At TALAVOU, delegates were fortunate to hear from representatives from a variety of organizations including UNAIDS, UNFPA and the Commonwealth Secretariat. In seeking solutions to social development concerns, Katherine Ellis from the Commonwealth Secretariat emphasized the need to create more representative youth networks as a way to take action.
“Critical factors for youth empowerment in my opinion – firstly that youth networks and youth groups are truly representative and preferably youth led, they have direct and authentic access to decision makers, and we need to make sure the focus is on young people’s capabilities and needs. Youth leaders need to be really informed, aware and effective. Young people must be driven by values and purpose.”
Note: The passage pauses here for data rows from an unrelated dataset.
class _Compiler:
    """Turns a whitelisted ``ast`` tree into compiled nodes, checking kinds as it goes."""

    def __init__(self, source: _Source, allowed: frozenset[str]) -> None:
        self.source = source
        self.allowed = allowed
        self.names: set[str] = set()
        self.required: set[str] = set()  # names used outside isnan(...)
        self.testing_nan = 0

    def compile(self, node: ast.expr) -> _Node:
        match node:
            case ast.Constant():
                return self._constant(node)
            case ast.Name():
                return self._name(node)
            case ast.UnaryOp():
                return self._unary(node)
            case ast.BinOp():
                return self._binary(node)
            case ast.BoolOp():
                return self._boolean(node)
            case ast.Compare():
                return self._compare(node)
            case ast.Call():
                return self._call(node)
            case ast.Tuple() | ast.List():
                raise self.source.error(node, "a list of values is only allowed after 'in'")
        raise self.source.error(node, f"{type(node).__name__} is not allowed")

    def expect(self, node: ast.expr, kind: str) -> _Node:
        """Compile ``node`` and check it yields ``kind`` (a number or a condition)."""
        compiled = self.compile(node)
        if compiled.kind == kind:
            return compiled
        if compiled.kind == PHASE:
            raise self.source.error(node, _PHASE_HELP)
        if kind == NUMBER:
            raise self.source.error(node, "expected a number here, not a condition")
        raise self.source.error(
            node, "expected a condition here (a comparison such as teff < 5800), not a number"
        )

    def _constant(self, node: ast.Constant) -> _Constant:
        value = node.value
        if isinstance(value, str):
            raise self.source.error(node, "text is only allowed as a phase code: " + _PHASE_HELP)
        if isinstance(value, bool) or not isinstance(value, int | float):
            raise self.source.error(node, f"{value!r} is not allowed; only numbers are")
        try:
            return _Constant(float(value))
        except OverflowError:
            raise self.source.error(node, "the number is too large") from None

    def _name(self, node: ast.Name) -> _Quantity | _Phase:
        name = node.id
        if name not in self.allowed:
            if name in FUNCTIONS:
                raise self.source.error(node, f"{name} is a function; call it as {name}(...)")
            known = ", ".join(sorted(self.allowed)) or "none"
            reason = f"unknown quantity '{name}'{_suggest(name, self.allowed)}"
            raise self.source.error(node, f"{reason}; quantities: {known}")
        if name != "phase" and name in QUANTITIES and not QUANTITIES[name].numeric:
            raise self.source.error(node, f"{name} is text; expressions use numbers and phase")
        self.names.add(name)
        if not self.testing_nan:
            self.required.add(name)
        return _Phase() if name == "phase" else _Quantity(name)

    def _unary(self, node: ast.UnaryOp) -> _Node:
        if isinstance(node.op, ast.Not):
            return _apply(np.logical_not, (self.expect(node.operand, CONDITION),), CONDITION)
        operand = self.expect(node.operand, NUMBER)
        return _apply(np.negative, (operand,), NUMBER) if isinstance(node.op, ast.USub) else operand

    def _binary(self, node: ast.BinOp) -> _Node:
        left = self.expect(node.left, NUMBER)
        right = self.expect(node.right, NUMBER)
        if isinstance(node.op, ast.Pow):
            self._check_exponent(node.right, right)
        return _apply(_BINARY[type(node.op)], (left, right), NUMBER)

    def _check_exponent(self, node: ast.expr, exponent: _Node) -> None:
        if not isinstance(exponent, _Constant):
            raise self.source.error(
                node, "the exponent of ** must be a constant number, as in x ** 2"
            )
        if not abs(exponent.value) <= MAX_EXPONENT:  # also catches NaN
            raise self.source.error(
                node,
                f"the exponent must be between -{MAX_EXPONENT:g} and {MAX_EXPONENT:g}; "
                f"got {exponent.value:g}",
            )

    def _boolean(self, node: ast.BoolOp) -> _Node:
        func = _BOOLEAN[type(node.op)]
        values = [self.expect(value, CONDITION) for value in node.values]
        return reduce(lambda a, b: _apply(func, (a, b), CONDITION), values)

    def _compare(self, node: ast.Compare) -> _Node:
        operands = [node.left, *node.comparators]
        if len(node.ops) == 1:
            (op,), (left, right) = node.ops, operands
            if isinstance(op, _MEMBERSHIP):
                return self._membership(left, right, negate=isinstance(op, ast.NotIn))
            if isinstance(op, ast.Eq | ast.NotEq) and _is_phase(right) and not _is_phase(left):
                left, right = right, left  # 'MS' == phase
            if isinstance(op, ast.Eq | ast.NotEq) and _is_phase(left):
                if not isinstance(right, ast.Constant):
                    raise self.source.error(right, _PHASE_HELP)
                return self._membership(left, right, negate=isinstance(op, ast.NotEq))
        for op, left in zip(node.ops, operands, strict=False):
            if isinstance(op, _MEMBERSHIP):
                raise self.source.error(
                    self.source.find("in", left), "'in' cannot be part of a comparison chain"
                )
        compiled = [self.expect(operand, NUMBER) for operand in operands]
        terms = [
            _apply(_COMPARISONS[type(op)], (compiled[i], compiled[i + 1]), CONDITION)
            for i, op in enumerate(node.ops)
        ]
        return reduce(lambda a, b: _apply(np.logical_and, (a, b), CONDITION), terms)

    def _membership(self, left: ast.expr, right: ast.expr, *, negate: bool) -> _Node:
        operand = self.compile(left)
        if isinstance(right, ast.Tuple | ast.List):
            items = right.elts
        elif isinstance(right, ast.Constant):
            items = [right]  # phase in ('RGB') is a string in parentheses, not a tuple
        else:
            raise self.source.error(
                right, "expected values in parentheses after 'in', as in phase in ('RGB', 'AGB')"
            )
        if operand.kind == PHASE:
            values = tuple(float(self._phase_code(item)) for item in items)
        elif operand.kind == NUMBER:
            values = tuple(self._number_value(item) for item in items)
        else:
            raise self.source.error(left, "expected a number or phase before 'in'")
        found = _IsIn(operand, values, negate)
        if isinstance(operand, _Constant):
            return _Constant(bool(found.evaluate({})))
        return found

    def _phase_code(self, node: ast.expr) -> int:
        if not (isinstance(node, ast.Constant) and isinstance(node.value, str)):
            raise self.source.error(node, "expected a phase code such as 'MS'")
        code = node.value
        if code not in PHASE_INDEX:
            upper = code.upper()
            hint = f" (did you mean {upper!r}?)" if upper in PHASE_INDEX else ""
            hint = hint or _suggest(upper, PHASE_CODES)
            valid = ", ".join(PHASE_CODES)
            raise self.source.error(node, f"unknown phase code {code!r}{hint}; codes: {valid}")
        return PHASE_INDEX[code]

    def _number_value(self, node: ast.expr) -> float:
        value = self.compile(node)
        if not (isinstance(value, _Constant) and value.kind == NUMBER):
            raise self.source.error(node, "the values after 'in' must be numbers")
        return value.value

    def _call(self, node: ast.Call) -> _Node:
        functions = ", ".join(sorted(FUNCTIONS))
        if not isinstance(node.func, ast.Name):
            raise self.source.error(node, f"only these functions can be called: {functions}")
        name = node.func.id
        if name not in FUNCTIONS:
            reason = f"unknown function '{name}'{_suggest(name, FUNCTIONS)}"
            raise self.source.error(node.func, f"{reason}; functions: {functions}")
        if len(node.args) != 1:
            raise self.source.error(node, f"{name}() takes exactly one argument")
        func, kind = FUNCTIONS[name]
        self.testing_nan += name == "isnan"
        try:
            return _apply(func, (self.expect(node.args[0], NUMBER),), kind)
        finally:
            self.testing_nan -= name == "isnan"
Katherine recognised the need for SIDS youth to practice “informed and structured” youth advocacy, and for governments to support strong and active youth councils. “We’ve got to make sure that young people are represented properly and not just in terms of employment, but in terms of empowerment and participation.”
“We support national youth councils very much. Any country that invests in a really well structured youth council is ten steps further down the road in terms of national development than any other country.”
As leaders prepare for the main conference proceedings next week, outcomes of the youth conference will surely remind them of the importance of youth empowerment and youth networks in tackling social development concerns across SIDS.
In reflecting on the outcomes of the youth conference, Bahamas youth delegate Crystal Alexander was hopeful. “An investment in youth is an investment in change- structural, economic or social changes. That’s the future,” she said.